Law enforcement and legislators in every state with legal marijuana have decided to prevent most drug felons from participating in order to keep the industry ostensibly free of criminals. However, white people with experience on the black market who do not have drug felony convictions are often sought after by investors and state licensing boards for their cannabis expertise.

DeAngelo is very conscious of these racial dynamics and often discusses them in public.

“Of course Steve DeAngelo is going to get a license. Steve DeAngelo is white,” DeAngelo told BuzzFeed News. "He is articulate, and he’s able to present his case. What I’m concerned about is all the black and brown people who have been arrested at wildly disproportionate rates."

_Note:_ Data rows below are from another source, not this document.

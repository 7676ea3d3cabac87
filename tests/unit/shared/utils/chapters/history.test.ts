import fc from 'fast-check'
import { describe, expect, it } from 'vitest'
import type { ChapterView } from '#shared/types/session'
import { apply, type Edit, ink, join, mark, moveEdge, remove, retag, split } from '#shared/utils/chapters/edits'
import { asChanges, type Done, doneWith, merge, onTopOf, type Outcome, restamp, takeBack, touchedBy } from '#shared/utils/chapters/history'

const CLIP_MS = 60_000
let serial = 0
const newId = () => `new-${++serial}`
const chapter = (id: string, startMs: number, endMs: number, more: Partial<ChapterView> = {}): ChapterView => ({
  id, clipId: 'clip', startMs, endMs, stepId: 'step', operation: 'glue', partIds: [], inking: 'inked', confidence: null, evidence: [], alternatives: { steps: [], operations: [] }, proposed: false, note: '', version: 1, inkedBy: null, updatedBy: null, ...more,
})

/** Takes edits as the server does: versions must match, and each write raises them. */
function createServer(start: ChapterView[]) {
  let rows = start
  return {
    rows: () => rows,
    take(edit: Edit): Outcome {
      const changes = asChanges(edit)
      const now = new Map(rows.map(one => [one.id, one]))
      for (const one of changes.remove) {
        if (now.get(one.id)?.version !== one.version) throw new Error(`stale removal of ${one.id}`)
        now.delete(one.id)
      }
      const chapters = changes.put.map((put): ChapterView => {
        if ((now.get(put.id)?.version ?? null) !== put.version) throw new Error(`stale put of ${put.id}: ${put.version} on ${now.get(put.id)?.version}`)
        const { overProposal: _, ...kept } = put
        const view = { ...kept, version: (put.version ?? 0) + 1, inkedBy: null, updatedBy: 'me' }
        now.set(put.id, view)
        return view
      })
      const outcome = { chapters, removed: changes.remove.map(one => one.id) }
      rows = merge(rows, outcome)
      return outcome
    },
  }
}
type Server = ReturnType<typeof createServer>

function doEdit(server: Server, edit: Edit): Done {
  const before = touchedBy(edit, server.rows())
  return doneWith(edit, before, server.take(edit))
}
const content = (chapters: ChapterView[]) => chapters.map(({ version: _v, updatedBy: _u, ...rest }) => rest).sort((a, b) => a.startMs - b.startMs)

function someEdit(chapters: ChapterView[], kind: number, a: number, b: number): Edit | null {
  const one = chapters[a % Math.max(1, chapters.length)]
  const [low, high] = [Math.min(a, b), Math.max(a, b)]
  if (kind === 0 || !one) return high - low >= 200 ? mark(chapters, 'clip', low, high, { stepId: null, operation: 'paint', partIds: ['p'] }, newId) : null
  if (kind === 1) return retag(one, { operation: 'cut', note: String(b) })
  if (kind === 2) return split(one, b, newId)
  if (kind === 3) return join(chapters, one)
  if (kind === 4) return remove(one)
  if (kind === 5) return moveEdge(chapters, one, b % 2 ? 'start' : 'end', a, CLIP_MS)
  return ink([one])
}
const edits = fc.array(fc.tuple(fc.nat(6), fc.nat(CLIP_MS), fc.nat(CLIP_MS)), { maxLength: 12 })

describe('undo', () => {
  it('takes any run of edits back to the beginning and redo brings them again', () => {
    fc.assert(fc.property(edits, (run) => {
      const start = [chapter('a', 0, 20_000), chapter('b', 20_000, 30_000, { inking: 'pencilled', confidence: 0.4 }), chapter('c', 40_000, 55_000)]
      const server = createServer(start)
      let undoable: Done[] = []
      let redoable: Done[] = []
      for (const [kind, a, b] of run) {
        const edit = someEdit(server.rows(), kind, a, b)
        if (edit) undoable.push(doEdit(server, edit))
      }
      const end = content(server.rows())
      for (let round = 0; round < 2; round++) {
        while (undoable.length) {
          const done = undoable.pop()!
          const result = doEdit(server, takeBack(done, server.rows())!)
          undoable = restamp(undoable, done, result)
          redoable.push(result)
        }
        expect(content(server.rows())).toEqual(content(start))
        while (redoable.length) {
          const done = redoable.pop()!
          const result = doEdit(server, takeBack(done, server.rows())!)
          redoable = restamp(redoable, done, result)
          undoable.push(result)
        }
        expect(content(server.rows())).toEqual(end)
      }
    }))
  })

  it('is refused when somebody else has changed the chapter since', () => {
    const server = createServer([chapter('a', 0, 20_000)])
    const done = doEdit(server, retag(server.rows()[0]!, { operation: 'cut' }))
    server.take(retag(server.rows()[0]!, { operation: 'paint' }))
    expect(takeBack(done, server.rows())).toBeNull()
  })

  it('goes on past an edit of one’s own that was undone', () => {
    const server = createServer([chapter('a', 0, 20_000)])
    const first = doEdit(server, retag(server.rows()[0]!, { operation: 'cut' }))
    const second = doEdit(server, retag(server.rows()[0]!, { operation: 'paint' }))
    const result = doEdit(server, takeBack(second, server.rows())!)
    expect(takeBack(first, server.rows())).toBeNull()
    const [again] = restamp([first], second, result)
    doEdit(server, takeBack(again!, server.rows())!)
    expect(server.rows()[0]!.operation).toBe('glue')
  })
})

describe('an edit on top of one that is still on its way', () => {
  it('names the version that the first one gets', () => {
    const server = createServer([chapter('a', 0, 20_000, { version: 7 })])
    const first = split(server.rows()[0]!, 5000, newId)!
    const drawn = apply(server.rows(), first)
    const second = retag(drawn[1]!, { operation: 'cut' })
    const third = remove(drawn[0]!)
    const outcome = server.take(first)
    server.take(onTopOf(second, first, outcome))
    server.take(onTopOf(third, first, outcome))
    expect(server.rows().map(one => [one.startMs, one.operation])).toEqual([[5000, 'cut']])
  })

  it('keeps a version that somebody else had already overtaken', () => {
    const first = retag(chapter('a', 0, 1000, { version: 3 }), { operation: 'cut' })
    const stale = retag(chapter('a', 0, 1000, { version: 2 }), { operation: 'paint' })
    expect(onTopOf(stale, first, { chapters: [chapter('a', 0, 1000, { version: 4 })], removed: [] }).put[0]!.version).toBe(2)
  })
})
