import { describe, expect, it } from 'vitest'
import { listen } from '#server/indexing/pencil/speech'
import { hearTurns, TURN_FEATURES } from '#server/indexing/pencil/turns'
import type { SpokenClip } from '#server/indexing/pencil/types'
import { clipOf } from './support'

/** The features of the second cue of two, without what is always there. */
function heard(before: string, text: string, silenceMs = 0, more: Partial<SpokenClip> = {}): Record<string, number> {
  const turns = hearTurns(listen([{ cues: [{ startMs: 0, endMs: 4000, text: before }, { startMs: 4000 + silenceMs, endMs: 8000 + silenceMs, text }], ...more }]))
  return Object.fromEntries(TURN_FEATURES.map((name, k) => [name, turns[TURN_FEATURES.length + k]!] as const).filter(([, value]) => value))
}

describe('what speaks for a new chapter', () => {
  it.each([
    ['okay, glue next', 'okay'], ['um alright then the keel', 'okay'], ['so the keel', 'so'], ['okay so the keel', 'so'], ['next the keel', 'next'], ['now last of all the keel', 'next'], ['let\'s varnish', 'next'],
    ['while that cures', 'while'], ['here\'s the transom', 'here'], ['i\'m going to plane it', 'here'], ['because it twists', 'because'],
  ])('in “%s” is “%s”', (text, name) => expect(heard('plane it fair all along there now', text)).toHaveProperty(name, 1))

  it('is a pause, by its length', () => {
    expect(heard('so that is all of it', 'glue the keel')).not.toHaveProperty('gap')
    const gaps = [1000, 5000, 20_000, 600_000].map(ms => heard('so that is all of it', 'glue the keel', ms))
    expect(gaps.map(gap => [gap.pause ?? 0, gap.longSilence ?? 0])).toEqual([[0, 0], [1, 0], [1, 1], [1, 1]])
    expect(gaps[0]!.gap).toBeCloseTo(Math.log(2) / 2, 6)
    expect(gaps[3]!.gap).toBe(2)
  })

  it('is the end of a sentence where captions have any, and not the middle of one', () => {
    expect(heard('it fits where it should.', 'Glue the keel.')).toMatchObject({ sentence: 1 })
    expect(heard('it fits there, goes down and', 'glues well.')).toMatchObject({ midSentence: 1, dangling: 1 })
    const plain = heard('it fits there very well', 'glue the keel')
    for (const name of ['sentence', 'midSentence', 'dangling']) expect(plain).not.toHaveProperty(name)
    expect(heard('so you put it all down on the', 'keel')).toHaveProperty('dangling', 1)
    expect(heard('so you put it all down on the', 'keel', 2000)).not.toHaveProperty('dangling')
  })

  it('is a change of picture, and a sound', () => {
    expect(heard('so that is all of it', 'glue the keel', 0, { sceneChangesMs: [4100] })).toHaveProperty('scene', 1)
    const turns = hearTurns(listen([{ cues: [{ startMs: 0, endMs: 2000, text: 'so that is all of it done' }, { startMs: 2000, endMs: 4000, text: '[drilling]' }, { startMs: 4000, endMs: 6000, text: 'glue the keel' }] }]))
    expect(turns[TURN_FEATURES.length + TURN_FEATURES.indexOf('sound')]).toBe(1)
  })

  it('is new words', () => {
    expect(heard('now plane the transom', 'now plane the transom').newWords ?? 0).toBeCloseTo(0, 6)
    expect(heard('now plane the transom', 'we varnish the rails').newWords).toBe(1)
    expect(heard('so it is now', 'and there it is').newWords).toBeCloseTo(0.8, 6)
  })

  it('is nothing at the start of a clip, where a chapter starts anyway', () => {
    const turns = hearTurns(listen([clipOf(['okay so the next']), clipOf(['okay so the next'])]))
    expect([...turns].every(value => value === 0)).toBe(true)
  })
})
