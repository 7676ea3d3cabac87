import type { H3Event } from 'h3'
import type { PasswordHasher } from '#server/services/accounts'
import type { User } from '#server/database/schema'

export const passwords: PasswordHasher = { hash: hashPassword, verify: verifyPassword }

/** A new cookie at every sign-in: one planted beforehand is worth nothing. */
export async function startSession(event: H3Event, user: User): Promise<void> {
  await replaceUserSession(event, { user: { id: user.id, name: user.name, epoch: user.sessionEpoch } }, { cookie: { secure: settings().PUBLIC_URL.startsWith('https:'), sameSite: 'lax', httpOnly: true } })
}
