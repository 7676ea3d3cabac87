import type { Operation } from '#shared/types/trade'

/**
 * How each operation is spoken of. `plain` words name it outright; `near` words go with it often enough to
 * count for something. Common practice, no source.
 */
export interface OperationWords { plain: string, near: string }

export const OPERATION_LEXICON: Record<Exclude<Operation, 'none'>, OperationWords> = {
  'mark-out': {
    plain: 'mark out, marked out, mark, layout, lay out, loft, lofting, scribe, trace, draw round, transfer, strike a line, prick through',
    near: 'pencil, pattern, template, measure, square off, centre line, center line, batten, offsets, tape measure, spiling',
  },
  'cut': {
    plain: 'cut, cut out, saw, rip, crosscut, trim, chop, slice, notch',
    near: 'kerf, jigsaw, blade, bandsaw, table saw, circular saw, pull saw, offcut, score, rough out',
  },
  'shape': {
    plain: 'shape, plane, bevel, spokeshave, carve, round over, rasp, chamfer, taper, bend, spring in, scarf',
    near: 'shavings, steam, rolling bevel, block plane, chisel, router, drawknife, winding, radius',
  },
  'dry-fit': {
    plain: 'dry fit, fit dry, test fit, trial fit, dry run, offer up, try in, fit',
    near: 'check the fit, snug, gap, mock up, dry, sits flush, lands, ease',
  },
  'drill': {
    plain: 'drill, bore, pilot hole, countersink, ream',
    near: 'bit, hole, brace and bit, auger, drill press, counterbore',
  },
  'seal-coat': {
    plain: 'seal coat, seal, saturate, prime with epoxy, wet out the wood, precoat, coat',
    near: 'end grain, soak in, thin epoxy, unthickened, hot coat, roller',
  },
  'glue': {
    plain: 'glue, glue up, epoxy, bond, adhesive, adhere, stick, glued and clamped, bed, butter up',
    near: 'thicken, clamp, squeeze out, cure, resin, hardener, filler, wood flour, mix, pot life, cotton fibre, joint',
  },
  'fasten': {
    plain: 'fasten, screw, nail, bolt, rivet, lash, stitch, peg, clench, drive, staple, wire together',
    near: 'ring nail, silicon bronze, washer, rove, driver, copper wire, twist, wire, hammer, trenail, dowel',
  },
  'fillet': {
    plain: 'fillet, filleting, radius the corner, cove',
    near: 'corner, spoon, tongue depressor, thickened, peanut butter, inside corner, radius',
  },
  'laminate': {
    plain: 'laminate, glass, fiberglass, lay up, layup, wet out, tape the seam, sheathe, cloth',
    near: 'glass cloth, tape, squeegee, layer, weave, peel ply, matt, roller, dry spots',
  },
  'sand-fair': {
    plain: 'sand, fair, fairing, longboard, smooth, abrade, scrape, sanding block',
    near: 'grit, sandpaper, orbital, dust, high spot, low spot, batten, fair curve, filler, hump',
  },
  'paint': {
    plain: 'paint, varnish, primer, prime, enamel, top coat, roll and tip, oil',
    near: 'brush, second coat, gloss, tip off, undercoat, roller, masking tape, recoat',
  },
  'clean-up': {
    plain: 'clean up, clean, tidy, sweep, wipe, wipe up, scrape off',
    near: 'vacuum, denatured alcohol, rag, vinegar, acetone, excess, squeeze out, drips, bench',
  },
  'plan-talk': {
    plain: 'plan, drawing, table of offsets, instructions, deviation, measurements',
    near: 'book, designer, page, dimension, decide, change, instead, reason, next time, sequence',
  },
}
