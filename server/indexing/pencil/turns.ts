import { isStopWord } from '../words/tokenise'
import type { Speech } from './speech'

/** What speaks for or against a new chapter at the start of a cue. */
export const TURN_FEATURES = ['always', 'okay', 'so', 'next', 'while', 'here', 'gap', 'pause', 'longSilence', 'sound', 'sentence', 'midSentence', 'dangling', 'newWords', 'because', 'scene'] as const
const K = TURN_FEATURES.length
const F = Object.fromEntries(TURN_FEATURES.map((name, i) => [name, i])) as Record<typeof TURN_FEATURES[number], number>

const OKAY = /^(?:(?:um|uh|well|and|yeah|ooh|oh) )?(?:okay|ok|right|all right|alright|good|lovely|there we go|there you go|there)\b/
const SO = /^(?:(?:um|uh|okay|ok|right|all right|alright|and|well) )?(?:so|now)\b/
const NEXT = /^(?:(?:um|uh|okay|ok|right|all right|alright|and|so|now|well) )*(?:next|last|first|over to|on to|onto|back (?:to|at|on)|moving on|other side|the other|let's|time (?:to|for)|then|that's (?:the|it|that)|final|another)\b/
const WHILE = /^(?:(?:um|uh|okay|ok|right|all right|alright|and|so|now|well) )*(?:while|meanwhile|in the mean ?time|since|before|after|later|hang on|sorry|anyway|where was i)\b/
const HERE = /^(?:(?:um|uh|okay|ok|right|all right|alright|and|so|now|well) )*(?:here's|here is|here are|this is|these are|we're|i've got|i'm going to|we've got|what i|what we)\b/
const BECAUSE = /^(?:because|which|and (?:it|that|they|you|then)|but|that|who|or|if|it|they|until|to|of|in|on|at|with|for|from|than|you|he|she)\b/
const DANGLING = new Set('a an the of to in on at with for from by into onto and or but so if that which who this these those my your his her its our their is are was were be been am i i\'m i\'ve i\'ll you you\'re he she it it\'s we they they\'re not no just very really about like than as because when where what how there\'s going gonna got get let want can could would should will do does did have has had some any every each another little big'.split(' '))
/** Cues on each side that are held against each other. */
const SIDE = 7

/** Cue × feature. The first cue of a clip has none: a chapter starts there anyway. */
export function hearTurns(speech: Speech): Float32Array {
  const out = new Float32Array(speech.cues.length * K)
  speech.cues.forEach((cue, i) => {
    if (cue.first) return
    const before = speech.cues[i - 1]!
    const text = cue.text.toLowerCase().replace(/[,.!?;:]/g, '').trim()
    const at = i * K
    out[at + F.always] = 1
    if (OKAY.test(text)) out[at + F.okay] = 1
    if (SO.test(text)) out[at + F.so] = 1
    if (NEXT.test(text)) out[at + F.next] = 1
    if (WHILE.test(text)) out[at + F.while] = 1
    if (HERE.test(text)) out[at + F.here] = 1
    if (BECAUSE.test(text)) out[at + F.because] = 1
    const seconds = cue.gapMs / 1000
    out[at + F.gap] = Math.min(4, Math.log1p(seconds)) / 2
    if (seconds > 4) out[at + F.pause] = 1
    if (seconds > 14) out[at + F.longSilence] = 1
    if (cue.sound) out[at + F.sound] = 1
    if (cue.scene) out[at + F.scene] = 1
    const ends = /[.!?]["'”’]?$/.test(before.text.trim())
    if (speech.punctuated) out[at + (ends ? F.sentence : F.midSentence)] = 1
    const last = before.text.toLowerCase().trim().split(/\s+/).at(-1)!.replace(/[.,!?;:]+$/, '')
    if (!ends && seconds < 1.5 && DANGLING.has(last)) out[at + F.dangling] = 1
    out[at + F.newWords] = newWords(speech, i)
  })
  return out
}

/** 0 to 1: how little of what is said after a cue's start was said before it. */
function newWords(speech: Speech, i: number): number {
  const bag = (from: number, to: number) => {
    const stems = new Set<string>()
    for (let cue = Math.max(0, from); cue < Math.min(speech.cues.length, to); cue++) {
      for (let at = speech.cues[cue]!.from; at < speech.cues[cue]!.to; at++) if (!isStopWord(speech.words[at]!.word)) stems.add(speech.stems[at]!)
    }
    return stems
  }
  const left = bag(i - SIDE, i)
  const right = bag(i, i + SIDE)
  if (!left.size || !right.size) return 0.8
  let both = 0
  for (const stem of right) if (left.has(stem)) both++
  return 1 - both / Math.sqrt(left.size * right.size)
}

A handful of people in the marijuana industry expressed skepticism about DeAngelo’s commitment to civil rights over his own bottom line, and not only because of this one bill. Although he often claims to advocate for open markets, DeAngelo has lobbied to limit the number of store-front dispensaries in Oakland, where his own flagship store is located. And while he has recently criticized the mandatory distribution layer of California’s new medical marijuana regulations, claiming to speak on behalf of small farmers, others argue that having a separate entity move cannabis from farm to dispensary is necessary to protect farmers from federal raids and prosecution by proving they aren't diverting cannabis to illegal markets.

"Certain people put a lot of money and invest a lot of money in shaping the perception of who they are in the public,” said Sean Kiernan, a veteran who uses medical cannabis for his PTSD and helps provide marijuana for other vets through the Weed for Warriors Project. “The fact that he gets special treatment, or someone gets special treatment, just raises red flags to me.”